*** Data for review Section Begins ***

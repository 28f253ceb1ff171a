"""The bases of columns and gable posts that a user describes."""

from __future__ import annotations

from typing import Annotated, Literal, get_args

from shedbim import units
from shedbim.fields import Choice, Options, Quantity, SectionOf, default, left_out
from shedbim.sections.profiles import Hollow, IShape
from shedbim.sections.section import Section

__all__ = ["AnchoredBase", "BaseOptions", "PostBaseOptions"]

_Count = Literal["4", "6", "8"]
_Size = Literal["M20", "M24", "M30", "M36"]
_Grade = Literal["4.6", "8.8"]
_Packs = Literal["four", "none"]
_Stiffeners = Literal["none", "gussets"]


class AnchoredBase(Options):
    """What the bases of columns and posts have in common: plate, cast-in anchors, grout, packs."""

    thickness: Annotated[float, Quantity(units.LENGTH, "10 mm", "100 mm")] | None = left_out(
        "from plate stock, no thinner than the flange or wall", "thickness of the base plate"
    )
    anchors: Annotated[_Count, Choice(*get_args(_Count))] | None = left_out(
        "4, or 6 in fixed bases of sections over 350 mm", "number of anchors in a base"
    )
    size: Annotated[_Size, Choice(*get_args(_Size))] | None = left_out(
        "by the size of the section", "thread of the anchors"
    )
    grade: Annotated[_Grade, Choice(*get_args(_Grade))] = default("8.8", "property class of the anchors")
    embedment: Annotated[float, Quantity(units.LENGTH, "150 mm", "2 m")] | None = left_out(
        "20 diameters, in steps of 50 mm", "depth of the anchors in the concrete"
    )
    grout: Annotated[float, Quantity(units.LENGTH, "15 mm", "100 mm")] = default(
        "30 mm", "grout under the base plate"
    )
    packs: Annotated[_Packs, Choice(*get_args(_Packs))] = default(
        "four", "steel packs in the grout that the base stands on until it is filled"
    )


class BaseOptions(AnchoredBase):
    """The bases of columns."""

    stiffeners: Annotated[_Stiffeners, Choice(*get_args(_Stiffeners))] = default(
        "none", "gussets between flanges and plate of fixed bases"
    )
    shear_key: Annotated[Section, SectionOf(IShape, Hollow)] | None = left_out(
        "none", "section of a short bar under the plate that takes shear into the concrete"
    )
    shear_key_depth: Annotated[float, Quantity(units.LENGTH, "60 mm", "600 mm")] = default(
        "150 mm", "depth of the shear key under the plate, grout included"
    )


class PostBaseOptions(AnchoredBase):
    """The bases of gable posts."""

*** Data for review Section Ends ***

Task instructions
Without adding anything, say how many lines in the listing above include the string "bases".

Written reply
6